▸ **Assigned task**:
Pull out each line of the records holding the string "attributes".

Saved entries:
+===+

/// SOURCE moved by `tf` (file coordinates), attributes kept, normals turned.
fn moved(source: &Cloud, tf: &Rigid) -> Cloud {
    let o = Vector3::from(source.origin);
    let new_o = tf.apply(&o).map(|v| v.round());
    let shift = tf.apply(&o) - new_o;
    let r = tf.rotation;
    let turn = |p: &[f32; 3]| r * Vector3::new(p[0] as f64, p[1] as f64, p[2] as f64);
    let mut out = source.clone();
    out.origin = [new_o.x, new_o.y, new_o.z];
    out.positions = source
        .positions
        .iter()
        .map(|p| {
            let q = turn(p) + shift;
            [q.x as f32, q.y as f32, q.z as f32]
        })
        .collect();
    if let Some(n) = &source.normals {
        out.normals = Some(
            n.iter()
                .map(|p| {
                    let q = turn(p);
                    [q.x as f32, q.y as f32, q.z as f32]
                })
                .collect(),
        );
    }
    out
}

fn write_moved(path: &Path, source: &Cloud, tf: &Rigid) -> Result<()> {
    let ext = path
        .extension()
        .and_then(|e| e.to_str())
        .map(|e| e.to_ascii_lowercase())
        .unwrap_or_default();
    let cloud = moved(source, tf);
    match ext.as_str() {
        "las" | "laz" => write_las(path, &cloud, &[]),
        "ply" => write_ply(path, &cloud, &[]),
        _ => Err(Error::file(
            path,
            "has no .las, .laz or .ply extension",
            "name the output file with one of those extensions",
        )),
    }
}

fn draw(
    path: &Path,
    scans: &[PathBuf],
    source: &Cloud,
    target: &Cloud,
    r: &PairReport,
    tf: &Rigid,
) -> Result<()> {
    let name = |p: &Path| {
        p.file_name()
            .map(|n| n.to_string_lossy().to_string())
            .unwrap_or_default()
    };
    // Scans in different frames can lie kilometres apart; the "before" row shows the source
    // shifted so that the centroids coincide (not rotated), the "after" row the found pose.
    let shift = centroid(target) - centroid(source);
    let mut moving = Layer::from_cloud(
        format!("source {}", name(&scans[0])),
        LAYER_PALETTE[0],
        source,
    );
    moving.origin = std::array::from_fn(|k| source.origin[k] + shift[k]);
    let unshift = Rigid::new(nalgebra::Matrix3::identity(), -shift);
    let layers = [
        moving.moved_after(tf.compose(&unshift).to_rows()),
        Layer::from_cloud(
            format!("target {}", name(&scans[1])),
            LAYER_PALETTE[1],
            target,
        ),
    ];
    let verdict = match &r.reason_text {
        None => "confident alignment".to_string(),
        Some(why) => format!("no confident alignment: {why}"),
    };
    let mut lines = figure_lines(r);
    lines.push("before: source shifted so that the centroids coincide, not rotated".into());
    let text = FigureText {
        title: format!(
            "{} onto {} ({}): {verdict}",
            name(&scans[0]),
            name(&scans[1]),
            r.method
        ),
        lines,
        footer: CAUTION.to_string(),
        unit: String::new(),
    };
    render_alignment_views(&layers, &text, path)
}

/// Reads a true transform: a JSON array of 4 rows of 4 numbers, or an object holding one in a
/// `matrix` field, optionally under a dotted `key` path.
fn read_truth(path: &Path, key: Option<&str>) -> Result<Rigid> {
    let text = std::fs::read_to_string(path).map_err(|e| Error::io(path, &e))?;
    let mut v: serde_json::Value = serde_json::from_str(&text).map_err(|e| {
        Error::file(
            path,
            format!("is not valid JSON ({e})"),
            "check the --truth file",
        )
    })?;
    if let Some(key) = key {
        for part in key.split('.') {
            v = v.get(part).cloned().ok_or_else(|| {
                Error::file(
                    path,
                    format!("has no `{part}` along --truth-key {key}"),
                    "give the dotted path to the object holding the matrix",
                )
            })?;
        }
    }
    if let Some(m) = v.get("matrix") {
        v = m.clone();
    }
    let rows: [[f64; 4]; 4] = serde_json::from_value(v).map_err(|_| {
        Error::file(
            path,
            "holds no 4×4 matrix there",
            "give 4 rows of 4 numbers, or an object with a `matrix` field (see --truth-key)",
        )
    })?;
    Rigid::from_rows(&rows).ok_or_else(|| {
        Error::file(
            path,
            "the matrix is not a rigid transform",
            "give a rotation with a translation and a last row of 0 0 0 1",
        )
    })
}
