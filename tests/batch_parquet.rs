//! Parquet outputs of `equiscan batch`, read back by an outside reader: pyarrow (Apache
//! Arrow's Python library) when `python3 -c "import pyarrow"` works; otherwise the test
//! prints a skip note (CI installs pyarrow in a virtual environment first, see .ci/run).
//!
//! Checked: the schema (x, y, z as double; the point attributes; the feature columns as
//! float, in the NPY column order), the key-value metadata (recipe, input), the row count,
//! and every feature value bit for bit against the NPY output of the same run settings.

mod batch_tiles;

use std::path::Path;
use std::process::Command;

use batch_tiles::{cut, read_npy, thin};
use equiscan::io::read_cloud;

const READER: &str = r#"
import json, struct, sys
import pyarrow.parquet as pq
f = pq.ParquetFile(sys.argv[1])
t = f.read()
meta = {k.decode(): v.decode() for k, v in (f.schema_arrow.metadata or {}).items()}
feature_names = t.column_names[int(sys.argv[3]):]
cols = [t.column(n).to_pylist() for n in feature_names]
with open(sys.argv[2], "wb") as out:
    for i in range(t.num_rows):
        out.write(b"".join(struct.pack("<f", c[i]) for c in cols))
print(json.dumps({
    "rows": t.num_rows,
    "row_groups": f.metadata.num_row_groups,
    "columns": t.column_names,
    "types": [str(t.schema.field(n).type) for n in t.column_names],
    "meta": meta,
    "x0": t.column("x")[0].as_py(),
    "created_by": f.metadata.created_by,
}))
"#;

fn pyarrow() -> bool {
    Command::new("python3")
        .args(["-c", "import pyarrow"])
        .output()
        .is_ok_and(|o| o.status.success())
}

fn run(args: &[&str], dir: &Path) {
    let o = Command::new(env!("CARGO_BIN_EXE_equiscan"))
        .args(args)
        .current_dir(dir)
        .output()
        .unwrap();
    assert_eq!(
        o.status.code(),
        Some(0),
        "{}",
        String::from_utf8_lossy(&o.stderr)
    );
}

#[test]
fn parquet_reads_back_with_pyarrow_and_matches_the_npy_values() {
    if !pyarrow() {
        println!("skipped: python3 with pyarrow is not available (CI installs it; see .ci/run)");
        return;
    }
    let (station, _) = read_cloud("scans/depot_station1.laz".as_ref()).unwrap();
    let d = tempfile::tempdir().unwrap();
    let p = d.path();
    std::fs::create_dir(p.join("tiles")).unwrap();
    cut(&thin(&station, 8), 3, 3, &p.join("tiles"), "las");
    run(
        &[
            "batch", "tiles", "-o", "pq", "-r", "0.12", "--format", "parquet", "-q",
        ],
        p,
    );
    run(&["batch", "tiles", "-o", "npy", "-r", "0.12", "-q"], p);
    for stem in ["tile_0_0", "tile_1_1", "tile_2_2"] {
        let file = p.join(format!("pq/{stem}.parquet"));
        let raw = p.join(format!("{stem}.f32"));
        // x y z + intensity, classification, return_number, gps_time (the demo's LAS attributes)
        let skip = 7;
        let o = Command::new("python3")
            .args(["-c", READER])
            .arg(&file)
            .arg(&raw)
            .arg(skip.to_string())
            .output()
            .unwrap();
        assert!(o.status.success(), "{}", String::from_utf8_lossy(&o.stderr));
        let v: serde_json::Value = serde_json::from_slice(&o.stdout).unwrap();
        let side: serde_json::Value = serde_json::from_str(
            &std::fs::read_to_string(p.join(format!("npy/{stem}.npy.json"))).unwrap(),
        )
        .unwrap();
        let (rows, cols, npy) = read_npy(&p.join(format!("npy/{stem}.npy")));
        assert_eq!(v["rows"].as_u64(), Some(rows as u64));
        assert_eq!(v["row_groups"].as_u64(), Some(1));
        let names: Vec<&str> = v["columns"]
            .as_array()
            .unwrap()
            .iter()
            .map(|c| c.as_str().unwrap())
            .collect();
        assert_eq!(
            &names[..skip],
            [
                "x",
                "y",
                "z",
                "intensity",
                "classification",
                "return_number",
                "gps_time"
            ]
        );
        let npy_names: Vec<&str> = side["columns"]
            .as_array()
            .unwrap()
            .iter()
            .map(|c| c.as_str().unwrap())
            .collect();
        assert_eq!(&names[skip..], &npy_names[3..]);
        let types: Vec<&str> = v["types"]
            .as_array()
            .unwrap()
            .iter()
            .map(|c| c.as_str().unwrap())
            .collect();
        assert_eq!(
            &types[..skip],
            [
                "double", "double", "double", "float", "uint8", "uint8", "double"
            ]
        );
        assert!(types[skip..].iter().all(|t| *t == "float"));
        // Metadata: the recipe the sidecar records, and the input.
        let recipe: serde_json::Value =
            serde_json::from_str(v["meta"]["equiscan.recipe"].as_str().unwrap()).unwrap();
        assert_eq!(recipe, side["metadata"]["recipe"]);
        assert!(
            v["meta"]["equiscan.input"]
                .as_str()
                .unwrap()
                .ends_with(&format!("{stem}.las"))
        );
        // x: the file coordinate (origin + local offset, on the LAS 0.001 grid).
        let x0 = side["metadata"]["origin"][0].as_f64().unwrap() + npy[0] as f64;
        assert!((v["x0"].as_f64().unwrap() - x0).abs() < 1e-4);
        // Every feature value, bit for bit.
        let got: Vec<f32> = std::fs::read(&raw)
            .unwrap()
            .chunks_exact(4)
            .map(|c| f32::from_le_bytes([c[0], c[1], c[2], c[3]]))
            .collect();
        let k = cols - 3;
        assert_eq!(got.len(), rows * k);
        for r in 0..rows {
            for c in 0..k {
                assert_eq!(
                    got[r * k + c].to_bits(),
                    npy[r * cols + 3 + c].to_bits(),
                    "{stem} row {r} column {}",
                    names[skip + c]
                );
            }
        }
    }
}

+===+

▸ **Written response**:
/// SOURCE moved by `tf` (file coordinates), attributes kept, normals turned.
//! Checked: the schema (x, y, z as double; the point attributes; the feature columns as
        // x y z + intensity, classification, return_number, gps_time (the demo's LAS attributes)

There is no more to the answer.